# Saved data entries
------------------------------------
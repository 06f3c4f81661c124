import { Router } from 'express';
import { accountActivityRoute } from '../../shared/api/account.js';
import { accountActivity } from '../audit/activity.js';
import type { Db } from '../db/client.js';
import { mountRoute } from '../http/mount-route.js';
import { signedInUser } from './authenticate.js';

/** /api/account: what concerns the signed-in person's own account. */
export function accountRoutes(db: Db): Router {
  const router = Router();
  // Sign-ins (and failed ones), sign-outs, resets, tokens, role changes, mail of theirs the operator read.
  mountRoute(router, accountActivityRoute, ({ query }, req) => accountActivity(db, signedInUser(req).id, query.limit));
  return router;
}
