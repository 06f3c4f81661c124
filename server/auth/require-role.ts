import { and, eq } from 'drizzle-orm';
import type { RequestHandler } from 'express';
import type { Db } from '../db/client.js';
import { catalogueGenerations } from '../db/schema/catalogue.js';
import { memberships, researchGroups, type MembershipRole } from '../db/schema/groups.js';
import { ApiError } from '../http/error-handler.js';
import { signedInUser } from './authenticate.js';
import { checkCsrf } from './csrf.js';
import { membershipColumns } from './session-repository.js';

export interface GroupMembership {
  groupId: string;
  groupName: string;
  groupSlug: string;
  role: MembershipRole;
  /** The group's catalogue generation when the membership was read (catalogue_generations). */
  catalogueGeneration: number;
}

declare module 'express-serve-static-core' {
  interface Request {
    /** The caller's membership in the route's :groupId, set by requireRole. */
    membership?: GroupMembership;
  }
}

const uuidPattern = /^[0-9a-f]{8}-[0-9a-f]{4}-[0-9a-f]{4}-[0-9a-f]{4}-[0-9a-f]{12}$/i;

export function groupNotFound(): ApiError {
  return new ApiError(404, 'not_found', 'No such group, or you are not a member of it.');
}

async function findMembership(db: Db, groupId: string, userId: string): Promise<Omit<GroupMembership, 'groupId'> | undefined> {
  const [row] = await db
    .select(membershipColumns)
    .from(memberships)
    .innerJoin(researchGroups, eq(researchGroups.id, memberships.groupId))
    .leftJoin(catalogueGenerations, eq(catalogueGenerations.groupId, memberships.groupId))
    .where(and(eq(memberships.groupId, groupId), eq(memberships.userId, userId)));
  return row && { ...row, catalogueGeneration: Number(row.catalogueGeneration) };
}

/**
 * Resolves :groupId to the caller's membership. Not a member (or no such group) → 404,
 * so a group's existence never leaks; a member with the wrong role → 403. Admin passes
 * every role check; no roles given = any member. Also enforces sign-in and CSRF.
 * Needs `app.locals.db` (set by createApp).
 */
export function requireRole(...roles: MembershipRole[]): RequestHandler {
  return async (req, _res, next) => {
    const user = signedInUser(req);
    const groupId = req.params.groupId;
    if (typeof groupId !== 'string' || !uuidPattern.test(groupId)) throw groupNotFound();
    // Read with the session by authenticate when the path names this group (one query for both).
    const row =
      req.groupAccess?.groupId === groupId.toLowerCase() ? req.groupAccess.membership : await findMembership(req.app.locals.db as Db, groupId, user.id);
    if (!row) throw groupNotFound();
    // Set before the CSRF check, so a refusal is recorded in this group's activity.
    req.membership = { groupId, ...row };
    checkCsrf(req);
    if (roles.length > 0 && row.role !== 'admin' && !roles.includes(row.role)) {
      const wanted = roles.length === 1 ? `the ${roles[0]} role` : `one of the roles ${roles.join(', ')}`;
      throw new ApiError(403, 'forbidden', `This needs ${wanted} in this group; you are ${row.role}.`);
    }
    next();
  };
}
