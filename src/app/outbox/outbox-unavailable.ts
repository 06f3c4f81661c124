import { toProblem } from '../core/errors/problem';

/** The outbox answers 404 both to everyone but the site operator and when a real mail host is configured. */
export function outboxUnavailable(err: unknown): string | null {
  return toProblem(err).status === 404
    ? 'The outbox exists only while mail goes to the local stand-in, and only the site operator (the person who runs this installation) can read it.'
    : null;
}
------------------------------------
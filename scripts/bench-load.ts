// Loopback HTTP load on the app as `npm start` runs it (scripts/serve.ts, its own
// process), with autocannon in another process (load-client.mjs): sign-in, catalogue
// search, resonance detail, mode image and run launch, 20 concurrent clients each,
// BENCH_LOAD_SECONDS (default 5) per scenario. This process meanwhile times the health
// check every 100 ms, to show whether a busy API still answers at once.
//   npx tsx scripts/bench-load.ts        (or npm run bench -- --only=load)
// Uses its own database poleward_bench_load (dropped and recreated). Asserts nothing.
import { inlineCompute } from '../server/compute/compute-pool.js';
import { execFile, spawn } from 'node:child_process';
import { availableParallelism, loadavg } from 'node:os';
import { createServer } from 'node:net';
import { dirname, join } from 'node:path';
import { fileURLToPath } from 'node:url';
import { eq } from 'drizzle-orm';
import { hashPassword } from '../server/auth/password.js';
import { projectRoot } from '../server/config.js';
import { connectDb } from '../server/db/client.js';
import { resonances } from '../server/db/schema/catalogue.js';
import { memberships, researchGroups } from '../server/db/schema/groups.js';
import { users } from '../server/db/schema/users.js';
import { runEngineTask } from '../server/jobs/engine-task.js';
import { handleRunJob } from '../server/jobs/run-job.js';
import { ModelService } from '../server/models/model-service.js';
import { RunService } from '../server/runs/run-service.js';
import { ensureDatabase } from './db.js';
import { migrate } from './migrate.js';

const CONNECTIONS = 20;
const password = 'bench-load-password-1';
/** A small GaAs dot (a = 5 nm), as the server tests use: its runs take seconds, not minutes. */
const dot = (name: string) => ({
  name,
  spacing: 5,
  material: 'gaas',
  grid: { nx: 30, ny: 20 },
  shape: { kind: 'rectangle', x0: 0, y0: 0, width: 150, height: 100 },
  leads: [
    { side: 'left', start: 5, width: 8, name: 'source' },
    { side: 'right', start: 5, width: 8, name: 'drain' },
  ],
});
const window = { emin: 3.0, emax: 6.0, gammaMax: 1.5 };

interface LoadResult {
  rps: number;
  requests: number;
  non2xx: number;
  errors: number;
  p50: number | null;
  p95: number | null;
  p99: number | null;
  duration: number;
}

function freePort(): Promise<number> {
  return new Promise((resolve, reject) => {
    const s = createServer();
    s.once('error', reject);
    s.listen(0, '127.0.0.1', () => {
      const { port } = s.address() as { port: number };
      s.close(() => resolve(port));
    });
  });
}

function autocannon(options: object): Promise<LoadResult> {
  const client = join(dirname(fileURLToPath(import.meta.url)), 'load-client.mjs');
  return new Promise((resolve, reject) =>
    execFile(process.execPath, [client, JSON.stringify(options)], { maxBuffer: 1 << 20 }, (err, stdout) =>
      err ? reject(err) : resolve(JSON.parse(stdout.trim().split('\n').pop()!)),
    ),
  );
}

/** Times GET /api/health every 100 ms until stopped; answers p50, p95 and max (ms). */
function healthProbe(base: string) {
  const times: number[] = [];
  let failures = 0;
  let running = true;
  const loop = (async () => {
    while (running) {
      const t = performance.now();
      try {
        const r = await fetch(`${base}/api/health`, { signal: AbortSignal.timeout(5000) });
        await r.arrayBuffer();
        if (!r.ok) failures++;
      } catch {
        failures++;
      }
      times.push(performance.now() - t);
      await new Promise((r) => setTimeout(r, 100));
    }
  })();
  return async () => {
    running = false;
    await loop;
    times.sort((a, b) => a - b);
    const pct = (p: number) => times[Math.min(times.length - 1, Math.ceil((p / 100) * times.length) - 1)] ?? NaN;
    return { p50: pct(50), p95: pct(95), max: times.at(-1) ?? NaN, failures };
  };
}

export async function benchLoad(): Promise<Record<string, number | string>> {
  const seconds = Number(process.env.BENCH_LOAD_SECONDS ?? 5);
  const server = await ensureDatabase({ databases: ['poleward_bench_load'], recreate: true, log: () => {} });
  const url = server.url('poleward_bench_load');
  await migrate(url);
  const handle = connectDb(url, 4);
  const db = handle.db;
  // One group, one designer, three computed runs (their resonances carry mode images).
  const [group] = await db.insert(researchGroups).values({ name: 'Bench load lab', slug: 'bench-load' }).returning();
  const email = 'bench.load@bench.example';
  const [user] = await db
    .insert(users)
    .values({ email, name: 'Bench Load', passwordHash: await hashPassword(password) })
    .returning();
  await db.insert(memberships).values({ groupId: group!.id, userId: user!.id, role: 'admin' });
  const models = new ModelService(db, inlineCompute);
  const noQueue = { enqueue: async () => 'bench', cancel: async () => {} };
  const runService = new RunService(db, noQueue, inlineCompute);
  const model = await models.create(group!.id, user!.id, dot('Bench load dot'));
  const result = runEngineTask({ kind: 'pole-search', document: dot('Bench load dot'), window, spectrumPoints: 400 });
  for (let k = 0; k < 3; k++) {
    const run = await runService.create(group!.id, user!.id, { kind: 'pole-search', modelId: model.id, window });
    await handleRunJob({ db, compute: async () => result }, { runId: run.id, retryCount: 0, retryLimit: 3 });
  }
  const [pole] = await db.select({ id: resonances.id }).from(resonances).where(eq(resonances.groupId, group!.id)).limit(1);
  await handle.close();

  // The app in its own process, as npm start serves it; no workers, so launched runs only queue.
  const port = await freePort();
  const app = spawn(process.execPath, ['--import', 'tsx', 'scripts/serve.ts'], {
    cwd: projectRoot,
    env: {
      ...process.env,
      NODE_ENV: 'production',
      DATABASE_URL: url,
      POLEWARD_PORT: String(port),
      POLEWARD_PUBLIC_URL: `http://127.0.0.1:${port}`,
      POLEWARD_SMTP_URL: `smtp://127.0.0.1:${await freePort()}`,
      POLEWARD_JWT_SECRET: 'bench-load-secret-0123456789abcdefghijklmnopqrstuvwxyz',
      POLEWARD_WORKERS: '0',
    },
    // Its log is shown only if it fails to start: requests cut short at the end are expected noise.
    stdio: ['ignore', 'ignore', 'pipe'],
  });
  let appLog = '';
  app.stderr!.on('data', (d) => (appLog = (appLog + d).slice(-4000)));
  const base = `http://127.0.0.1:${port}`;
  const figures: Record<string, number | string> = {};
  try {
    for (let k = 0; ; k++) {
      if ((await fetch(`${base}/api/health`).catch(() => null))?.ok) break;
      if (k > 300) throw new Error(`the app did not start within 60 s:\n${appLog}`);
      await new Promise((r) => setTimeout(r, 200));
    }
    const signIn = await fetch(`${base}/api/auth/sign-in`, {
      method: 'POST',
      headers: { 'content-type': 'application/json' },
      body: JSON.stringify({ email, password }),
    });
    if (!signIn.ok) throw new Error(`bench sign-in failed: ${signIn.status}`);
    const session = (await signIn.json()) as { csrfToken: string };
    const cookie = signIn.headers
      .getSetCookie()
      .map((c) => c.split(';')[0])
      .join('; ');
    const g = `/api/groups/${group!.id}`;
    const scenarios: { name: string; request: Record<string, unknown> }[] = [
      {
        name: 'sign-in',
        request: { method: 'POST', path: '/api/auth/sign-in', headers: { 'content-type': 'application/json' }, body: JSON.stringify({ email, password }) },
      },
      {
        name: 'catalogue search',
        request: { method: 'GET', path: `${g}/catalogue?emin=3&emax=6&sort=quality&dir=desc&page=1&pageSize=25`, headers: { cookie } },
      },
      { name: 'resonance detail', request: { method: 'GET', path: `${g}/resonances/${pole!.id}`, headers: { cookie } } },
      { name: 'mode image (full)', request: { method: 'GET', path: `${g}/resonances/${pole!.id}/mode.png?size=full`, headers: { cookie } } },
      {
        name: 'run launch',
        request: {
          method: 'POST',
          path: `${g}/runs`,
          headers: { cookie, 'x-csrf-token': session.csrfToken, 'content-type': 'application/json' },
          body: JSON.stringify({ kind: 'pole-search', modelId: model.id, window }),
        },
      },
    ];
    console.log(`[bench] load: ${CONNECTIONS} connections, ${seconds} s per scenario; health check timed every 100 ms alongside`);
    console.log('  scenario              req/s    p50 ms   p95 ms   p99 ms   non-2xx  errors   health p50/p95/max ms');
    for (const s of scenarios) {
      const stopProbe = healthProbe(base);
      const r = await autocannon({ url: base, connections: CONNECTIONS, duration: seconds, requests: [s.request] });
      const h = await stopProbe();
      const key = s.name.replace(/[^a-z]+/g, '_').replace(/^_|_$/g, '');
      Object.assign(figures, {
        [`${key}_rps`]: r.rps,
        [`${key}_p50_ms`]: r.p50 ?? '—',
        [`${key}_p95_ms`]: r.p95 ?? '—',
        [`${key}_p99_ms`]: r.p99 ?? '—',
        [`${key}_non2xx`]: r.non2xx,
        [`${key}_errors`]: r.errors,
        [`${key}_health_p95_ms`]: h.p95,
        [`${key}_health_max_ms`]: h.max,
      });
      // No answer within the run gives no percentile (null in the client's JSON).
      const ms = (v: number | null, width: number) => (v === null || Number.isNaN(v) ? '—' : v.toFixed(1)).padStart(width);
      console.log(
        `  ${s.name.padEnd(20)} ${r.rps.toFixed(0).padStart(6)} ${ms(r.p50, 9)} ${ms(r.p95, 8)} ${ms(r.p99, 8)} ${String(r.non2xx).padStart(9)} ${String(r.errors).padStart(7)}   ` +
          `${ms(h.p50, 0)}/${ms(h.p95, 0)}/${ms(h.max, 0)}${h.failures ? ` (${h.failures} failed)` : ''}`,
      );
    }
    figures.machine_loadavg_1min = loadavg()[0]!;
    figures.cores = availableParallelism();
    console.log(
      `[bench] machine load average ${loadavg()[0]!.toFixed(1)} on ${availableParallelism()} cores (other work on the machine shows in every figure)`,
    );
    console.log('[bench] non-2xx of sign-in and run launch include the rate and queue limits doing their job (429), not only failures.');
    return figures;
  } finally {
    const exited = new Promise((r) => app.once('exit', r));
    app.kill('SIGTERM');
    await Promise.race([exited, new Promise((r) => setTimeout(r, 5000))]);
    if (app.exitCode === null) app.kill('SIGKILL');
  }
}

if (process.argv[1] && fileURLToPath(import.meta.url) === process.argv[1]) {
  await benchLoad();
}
------------------------------------
# What to work on
Within the records above, count the lines that contain "query" and give only that number.

# Expected answer
2